##### DATA SHOWN #####

"""The [[engine]] tables of plant.toml."""

from __future__ import annotations

from collections.abc import Mapping

from logbook.plant.catalogue import ReadingDefinition
from logbook.plant.fields import Table, nearest, shown
from logbook.plant.parts import at_full_load, read_counter, read_efficiency, reading_keys, rising, short_id
from logbook.plant.records import (
    BLOWER_STATES,
    COMBUSTION_TEMPERATURE_METHODS,
    CORRECTION_RULES,
    CURVE_AT,
    CYCLES,
    FUELS_BURNT,
    USES,
    Correction,
    Counter,
    EfficiencyCurve,
    Engine,
    ShaftGenerator,
    TrialCurve,
)

ISO_KINDS = (
    "diesel or dual-fuel, naturally aspirated, limited by excess air",
    "diesel or dual-fuel, naturally aspirated, limited thermally",
    "turbocharged four-stroke, no charge-air cooler",
    "turbocharged four-stroke, charge-air cooler",
    "spark gas, naturally aspirated",
    "spark gas, turbocharged, cooler",
    "spark petrol, naturally aspirated",
)
"""The words of the table of ISO 3046-1 as this program keys it; physics has their exponents."""
EXHAUST_AT = ("after turbine", "before turbine", "after cylinder")

# Columns of a trial table beside load -> what is possible at all.
_TRIAL_COLUMNS: Mapping[str, tuple[float, float]] = {
    "sfoc_g_kwh": (80, 600),
    "heat_rate_kj_kwh": (5000, 20000),
    "charge_air_pressure_bar": (-0.5, 8),
    "cylinder_maximum_pressure_bar": (10, 350),
    "cylinder_compression_pressure_bar": (10, 300),
    "exhaust_receiver_pressure_bar": (-0.5, 8),
    "turbocharger_speed_rpm": (100, 200000),
    "engine_speed_rpm": (10, 3000),
    "engine_fuel_index": (0, 200),
    "cylinder_exhaust_temperature_c": (50, 900),
    "turbine_inlet_temperature_c": (50, 1000),
    "turbine_outlet_temperature_c": (50, 900),
    "air_filter_pressure_drop_mbar": (0, 200),
    "cooler_air_pressure_drop_mbar": (0, 300),
    "cooler_approach_k": (-5, 80),
}
# Points of this `per` are read elsewhere than in the round of an engine.
_READ_ELSEWHERE: Mapping[str, str] = {
    "meter": "no meter here: each [[meter]] is read with the engines that it serves",
    "plant": "points of an engine; what is read once for the whole plant stands in the readings of [plant]",
    "ship": "points of an engine; what is read once for the whole ship stands in the readings of [plant]",
    "tank": "points of an engine; tanks are sounded by themselves",
    "lot": "points of an engine; the analysis of a fuel is entered with its lot",
}


def read_engine(table: Table, points: Mapping[str, ReadingDefinition]) -> Engine:
    """One engine; what is wrong is noted, and the rest read on."""
    engine_id = short_id(table)
    if engine_id == "plant":
        table.note("id", "another name: `plant` stands for the whole plant in the book")
    use = table.word("use", USES, "propulsion", required=True)
    electrical = table.number("rated_electrical_kw", least=1, greatest=1e5, unit="kW")
    with_generator = use == "generating" or electrical is not None
    efficiency = read_efficiency(table, "generator_efficiency", "0.955", required=with_generator)
    power = _rated_power(table, electrical, efficiency)
    modes = table.texts("operating_modes") or ("standard",)
    blowers, on_below, off_above = _blowers(table)
    compression, expansion = _ratios(table)
    turbochargers = table.whole("turbochargers", 1, least=0, greatest=6)
    # An engine usually has as many charge air coolers as turbochargers.
    coolers = table.whole("coolers", turbochargers, least=0, greatest=6)
    bearings = table.whole("bearings", 0, least=0, greatest=40)
    fixed_pitch, by_cube = _propeller(table)
    return Engine(
        id=engine_id,
        name=table.text("name", engine_id),
        cycle=table.word("cycle", CYCLES, "two-stroke", required=True),
        fuel=table.word("fuel", FUELS_BURNT, "liquid"),
        use=use,
        cylinders=table.whole("cylinders", 1, least=1, greatest=24, required=True),
        bore_mm=table.must("bore_mm", least=40, greatest=1200, unit="mm"),
        stroke_mm=table.must("stroke_mm", least=40, greatest=4000, unit="mm"),
        rated_power_kw=power,
        rated_speed_rpm=table.must("rated_speed_rpm", least=30, greatest=3000, unit="rpm"),
        turbochargers=turbochargers,
        coolers=coolers,
        bearings=bearings,
        rated_electrical_kw=electrical,
        generator_efficiency=efficiency,
        shaft_generator=_shaft_generator(table.table("shaft_generator")),
        compression_ratio=compression,
        expansion_ratio=expansion,
        stroke_part_at_closing=table.number("stroke_part_at_closing", least=0.3, greatest=1.1),
        trapping_rise_k=table.number("trapping_rise_k", least=0, greatest=150, unit="K"),
        charge_purity=table.number("charge_purity", 1.0, least=0.5, greatest=1),
        combustion_temperature=table.word("combustion_temperature", COMBUSTION_TEMPERATURE_METHODS) or None,
        set_combustion_temperature_k=table.number(
            "set_combustion_temperature_k", 1850.0, least=1000, greatest=3000, unit="K"
        ),
        exhaust_at=table.word("exhaust_at", EXHAUST_AT, "after turbine"),
        operating_modes=modes,
        propeller_pitch_m=table.number("propeller_pitch_m", least=0.2, greatest=20, unit="m"),
        fixed_pitch=fixed_pitch,
        mean_speed_cube=by_cube,
        auxiliary_blowers=blowers,
        blowers_on_below_percent=on_below,
        blowers_off_above_percent=off_above,
        reference_load_percent=table.number("reference_load_percent", least=10, greatest=110, unit="%"),
        correction=_correction(table.table("correction")),
        trials=_trials(table, modes),
        counters=_counters(table.table("counters"), points),
        readings=_readings(table, points, use, {"bearing": bearings, "turbocharger": turbochargers, "cooler": coolers}),
    )


def _rated_power(table: Table, electrical: float | None, efficiency: EfficiencyCurve | None) -> float:
    """Brake power, given or from the electrical rating of a set; NaN (and a fault) where neither is to be had."""
    power = table.number("rated_power_kw", least=1, greatest=1.2e5, unit="kW")
    if power is not None:
        if electrical is not None and power <= electrical:
            table.note("rated_power_kw", f"brake power, above rated_electrical_kw ({electrical:g}); or leave it out")
        return power
    if electrical is not None and efficiency is not None:
        return electrical / at_full_load(efficiency)
    if not any(table.has(key) for key in ("rated_power_kw", "rated_electrical_kw")):
        table.missing("rated_power_kw", "the rated brake power [kW], or of a generating set rated_electrical_kw")
    return float("nan")


def _blowers(table: Table) -> tuple[bool, float | None, float | None]:
    """Whether auxiliary blowers are fitted, and between which loads they go on and off."""
    fitted = table.flag("auxiliary_blowers")
    on_below = table.number("blowers_on_below_percent", least=0, greatest=100, unit="% load")
    off_above = table.number("blowers_off_above_percent", least=0, greatest=100, unit="% load")
    if on_below is not None and off_above is not None and on_below > off_above:
        table.note("blowers_on_below_percent", f"not above blowers_off_above_percent ({off_above:g})")
    band = [key for key in ("blowers_on_below_percent", "blowers_off_above_percent") if table.has(key)]
    if band and _without_blowers(table):
        table.note(band[0], "auxiliary_blowers = true beside it; or leave it out")
    return fitted, on_below, off_above


def _without_blowers(table: Table) -> bool:
    """The engine has none; not so when what the file says of them is a fault of its own."""
    return table.content.get("auxiliary_blowers", False) is False


def _ratios(table: Table) -> tuple[float | None, float | None]:
    compression = table.number("compression_ratio", least=5, greatest=30)
    expansion = table.number("expansion_ratio", least=5, greatest=40)
    if expansion is not None and not table.has("compression_ratio"):
        table.note("expansion_ratio", "compression_ratio beside it")
    if compression is not None and expansion is not None and expansion < compression:
        table.note("expansion_ratio", f"not below compression_ratio ({compression:g})")
    return compression, expansion


def _propeller(table: Table) -> tuple[bool, bool]:
    """Whether the pitch is fixed, and whether power may be taken from the cube of the mean speed."""
    fixed_pitch, by_cube = table.flag("fixed_pitch"), table.flag("mean_speed_cube")
    if by_cube and not fixed_pitch:
        table.note("mean_speed_cube", "fixed_pitch = true beside it: a controllable-pitch shaft has no cube law")
    return fixed_pitch, by_cube


def _readings(
    table: Table, points: Mapping[str, ReadingDefinition], use: str, fitted: Mapping[str, int]
) -> tuple[str, ...]:
    where = dict(_READ_ELSEWHERE)
    if use != "generating":
        where["generator"] = 'points of this engine; only a set (use = "generating") has a generator'
    where |= {per: f"{per}s = ... beside it: this engine has none" for per, count in fitted.items() if not count}
    return reading_keys(table, points, where)


def _shaft_generator(table: Table | None) -> ShaftGenerator | None:
    if table is None:
        return None
    rated = table.must("rated_power_kw", least=1, greatest=20000, unit="kW")
    efficiency = read_efficiency(table, "efficiency", "0.93", required=True)
    return ShaftGenerator(rated, efficiency) if efficiency is not None else None


def _correction(table: Table | None) -> Correction:
    if table is None:
        return Correction()
    rule = table.word("rule", CORRECTION_RULES, "none", required=True)
    percents = {
        key: table.number(key, 0.0, least=-10, greatest=10, unit="%")
        for key in ("percent_per_10k_coolant", "percent_per_10k_suction_air", "percent_per_10mbar_barometer")
    }
    correction = Correction(
        rule=rule,
        engine_kind=table.word("engine_kind", ISO_KINDS, required=rule == "ISO 3046"),
        mechanical_efficiency=table.number("mechanical_efficiency", 0.80, least=0.5, greatest=1),
        curve_at=table.word("curve_at", CURVE_AT, "equal brake power"),
        source=table.text("source", "typical, not your maker's"),
        **percents,
    )
    if rule == "two-stroke percentages" and not any(table.has(key) for key in percents):
        table.note("rule", "the percentages of the maker's guide beside this rule: percent_per_10k_coolant ...")
    return correction


def _trials(table: Table, modes: tuple[str, ...]) -> tuple[TrialCurve, ...]:
    trials: list[TrialCurve] = []
    for index, inner in enumerate(table.tables("trial")):
        trial = _trial(inner, index, modes, table)
        if any(trial.name == other.name for other in trials):
            inner.faults.note((*inner.path, "name"), f"{shown(trial.name)} a second time", "a name of its own")
        trials.append(trial)
    return tuple(trials)


def _trial(table: Table, index: int, modes: tuple[str, ...], engine: Table) -> TrialCurve:
    mode = table.word("operating_mode", modes, modes[0])
    state = table.word("blowers", BLOWER_STATES, required=engine.content.get("auxiliary_blowers") is True)
    if state and _without_blowers(engine):
        table.note("blowers", "no such key, or auxiliary_blowers = true of this engine")
    load = table.numbers("load_percent", least=1, greatest=130, required=True)
    rising(table, "load_percent", load)
    columns = {
        key: table.numbers(key, least=least, greatest=greatest) for key, (least, greatest) in _TRIAL_COLUMNS.items()
    }
    for key, values in columns.items():
        if values and load and len(values) != len(load):
            table.note(key, f"as many numbers as load_percent has ({len(load)}, not {len(values)})")
    if not table.has("sfoc_g_kwh") and not table.has("heat_rate_kj_kwh"):
        table.missing("sfoc_g_kwh", "sfoc_g_kwh, or heat_rate_kj_kwh of a gas engine")
    return TrialCurve(
        name=table.text("name", f"trial {index + 1}"),
        operating_mode=mode,
        blowers=state or None,
        lower_calorific_value_mj_kg=table.number(
            "lower_calorific_value_mj_kg", 42.7, least=5, greatest=130, unit="MJ/kg"
        ),
        load_percent=load,
        **columns,
    )


def _counters(table: Table | None, points: Mapping[str, ReadingDefinition]) -> dict[str, Counter]:
    if table is None:
        return {}
    counters = {}
    allowed = [key for key, point in points.items() if point.kind == "counter" and point.per not in _READ_ELSEWHERE]
    for key in table.content:
        table.asked.add(key)
        if key not in allowed:
            expected = "a counter of the engine, e.g. revolution_counter = { digits = 8 }"
            table.faults.note((*table.path, key), f"the key {shown(key)}", expected, nearest(key, allowed))
            continue
        inner = table.table(key)
        if inner is not None:
            counters[key] = read_counter(inner)
    return counters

#####

→ WORK INSTRUCTIONS: Could you retype exactly the lines from the one containing "counters[key] = read_counter(inner)" through the final line of the data above, and no others?

→ WRITTEN SOLUTION:
            counters[key] = read_counter(inner)
    return counters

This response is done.